El chofer Edgardo Vidal y yo esperábamos en el interior de la movilidad del diario que el fotógrafo Hugo Elizondo tomara algunas fotos de una nota para la sección San Juan que realizaba el periodista Fabio Cabrera sobre los seguidores de San La Muerte, en el barrio Costa Canal II, costado Norte de Mendoza al Sur del cruce con Benavides, en Concepción, Capital. Faltaban minutos para las 21.30. El movimiento en la zona era normal. Edgardo estaba en su asiento diciéndole por teléfono a su esposa que una salida de ambos programada para anoche se iba a interrumpir, por otras notas pendientes. Yo estaba en un asiento de atrás, ansioso porque el fotógrafo volviera para llegar a la redacción a terminar mi trabajo. Y en eso vi a un sujeto a un costado mío, calculador. Intimamente sospeché lo lógico, un robo, porque estábamos en una zona conflictiva. Hasta que mis presentimientos se confirmaron con la aparición de otro sujeto que encaró al chofer. "Cuidado que te van a chorear", alcancé a decirle a Edgardo, pero entonces el delincuente entraba en acción. No fue un asalto aparatoso: cualquiera que viera de afuera, hubiera pensado que ambos delincuentes se habían acercado a preguntarnos algo. "Dame el celular que te pego un tiro", repetía el sujeto a Vidal, sin mostrar armas (aunque Edgardo me dijo que uno de ellos amagaba con sacar una de su cintura), con la mirada algo extraviada, convencido en el manotazo. Mientras el chofer intentaba en vano algún argumento para que no le robaran, yo seguía el movimiento de los ladrones y de paso recibía amenazas: "a vos también te voy a dar un tiro, dame el celular", amenazó el delincuente que atacaba a Vidal. Para entonces me había arriesgado: en pleno asalto marqué el 4214030, el teléfono de la Motorizada I, apostada a pocas cuadras de la escena del ataque.

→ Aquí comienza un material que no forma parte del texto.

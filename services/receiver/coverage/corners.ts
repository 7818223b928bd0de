import { at } from '../numeric/cells';
import { capacitanceNeeded } from '../network/solve';
import type { Plan } from '../network/plan';
import { cornerEnds } from '../network/values';
import type { Hertz } from '../units';
import { branchEnd, fallsTo, reachOf, type Ends } from './reach';

/** Up to this many values every combination of ends is tried; above, each end goes by its sign. */
const MOST_COMBINED = 12;

/** How each spread value moves the ends, as found at its own two ends with the others nominal. */
interface Pull {
  index: number;
  ends: [number, number];
  lo: number;
  hi: number;
}

/**
 * Worst reach over the corners of the spread values: highest low end, lowest high end. Corners bound everything and are
 * pessimistic. Values that move neither end are left out: they double the work and change nothing.
 */
export function cornersOf(plan: Plan, points: Float64Array, nominal: Ends): Ends {
  const pulls: Pull[] = [];
  const x = Float64Array.from(plan.nominal);
  for (const index of plan.values.spread()) {
    const entry = plan.values.entries[index];
    if (entry === undefined) continue;
    const ends = cornerEnds(entry);
    x[index] = ends[0];
    const low = reachOf(plan, x, points);
    x[index] = ends[1];
    const high = reachOf(plan, x, points);
    x[index] = entry.centre;
    if (low.lo !== high.lo || low.hi !== high.hi || low.lo !== nominal.lo || low.hi !== nominal.hi) {
      pulls.push({ index, ends, lo: high.lo - low.lo, hi: high.hi - low.hi });
    }
  }
  const worst = { ...nominal };
  const guess = (key: 'lo' | 'hi'): void => {
    for (const pull of pulls) {
      const upIsWorse = key === 'lo' ? pull.lo > 0 : pull.hi < 0;
      x[pull.index] = pull.ends[upIsWorse ? 1 : 0];
    }
    const reached = reachOf(plan, x, points);
    worst.lo = Math.max(worst.lo, reached.lo);
    worst.hi = Math.min(worst.hi, reached.hi);
  };
  guess('lo');
  guess('hi');
  if (pulls.length <= MOST_COMBINED) combineAll(plan, points, pulls, x, worst);
  return worst;
}

/**
 * Every combination. Most are dismissed by one or two solves at the worst ends found so far: if C_need is already at or
 * below Cmax at the worst low end, this corner's low end lies no higher; the high end likewise where the branch cannot
 * fold below it.
 */
function combineAll(plan: Plan, points: Float64Array, found: readonly Pull[], x: Float64Array, worst: Ends): void {
  const { circuit, mode, values } = plan;
  // The coil's geometry turns over last: its inductances are the dearest to work out.
  const isCoil = ({ index }: Pull): boolean => values.entries[index]?.path.startsWith('coil.') ?? false;
  const pulls = [...found.filter((pull) => !isCoil(pull)), ...found.filter(isCoil)];
  const foldFree = mode === 'capacitor' && cannotFold(plan, points, pulls, x, worst.hi);
  const combinations = 1 << pulls.length;
  for (let bits = 0; bits < combinations; bits += 1) {
    for (let place = 0; place < pulls.length; place += 1) {
      const pull = pulls[place];
      if (pull !== undefined) x[pull.index] = pull.ends[(bits >>> place) & 1 ? 1 : 0];
    }
    plan.fill(x);
    if (capacitanceNeeded(circuit, worst.lo) > circuit.cMax) {
      worst.lo = Math.max(worst.lo, fallsTo(plan, points, circuit.cMax));
    }
    if (mode !== 'capacitor') {
      plan.moveTo(x, circuit.positionMin);
      if (capacitanceNeeded(circuit, worst.hi) <= circuit.cMin) {
        worst.hi = Math.min(worst.hi, fallsTo(plan, points, circuit.cMin));
      }
    } else if (
      capacitanceNeeded(circuit, worst.hi) <= circuit.cMin ||
      !(foldFree || fallsThroughout(plan, points, worst.hi))
    ) {
      const lo = fallsTo(plan, points, circuit.cMax);
      worst.hi = Math.min(worst.hi, branchEnd(plan, points, lo, circuit.cMin));
    }
  }
}

/** How far above the worst high end the corner of largest parts must fall for no other corner to fold below it. */
const CLEARANCE = 1.1;

/**
 * Whether no corner folds below f. A fold is a resonance of the aerial circuit, and every resonance moves down when any
 * inductance or capacitance grows: the corner with every part at its larger end has the lowest one.
 */
function cannotFold(plan: Plan, points: Float64Array, pulls: readonly Pull[], x: Float64Array, f: Hertz): boolean {
  for (const pull of pulls) x[pull.index] = pull.ends[1];
  plan.fill(x);
  return falls(plan, points, CLEARANCE * f);
}

/**
 * Whether C_need falls all the way up to f. For aerial, detector and capacitor at the top the only falling part of the
 * aerial's susceptance lies where its reactance is above minus its resistance, so one look at f settles it; else the
 * scan is walked.
 */
function fallsThroughout(plan: Plan, points: Float64Array, f: Hertz): boolean {
  const { circuit } = plan;
  if (circuit.sections > 1 || circuit.primary) return falls(plan, points, f);
  capacitanceNeeded(circuit, f);
  const size = circuit.aerialYr * circuit.aerialYr + circuit.aerialYi * circuit.aerialYi;
  const resistance = circuit.aerialYr / size;
  const reactance = -circuit.aerialYi / size;
  return reactance <= -resistance;
}

function falls(plan: Plan, points: Float64Array, f: Hertz): boolean {
  let before = Infinity;
  for (let i = 0; i < points.length; i += 1) {
    const point = at(points, i);
    if (point > f) return true;
    const now = capacitanceNeeded(plan.circuit, point);
    if (now > before) return false;
    before = now;
  }
  return true;
}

Tan normal pareció todo, que nuestros compañeros y la gente en la gruta, apostada a unos 20 metros, ni supo lo que pasaba. Y así como llegaron los ladrones se fueron, caminando como si nada. Eso le dio tiempo a Edgardo: corrió y habló con un vecino que detuvo el paso y hasta golpeó a uno de los delincuentes (de 17 años, de Córdoba, según la policía) enseguida apresado por el primer policía que llegó al lugar. El otro ladrón aprovechó para meterse a una casa y escapar por otras colindantes (sería uno de los "Loquillo" Heredia, estimaron en la policía). Decir que la zona de Mendoza y Benavides es peligrosa es una cosa, vivirlo en carne propia es otra muy distinta.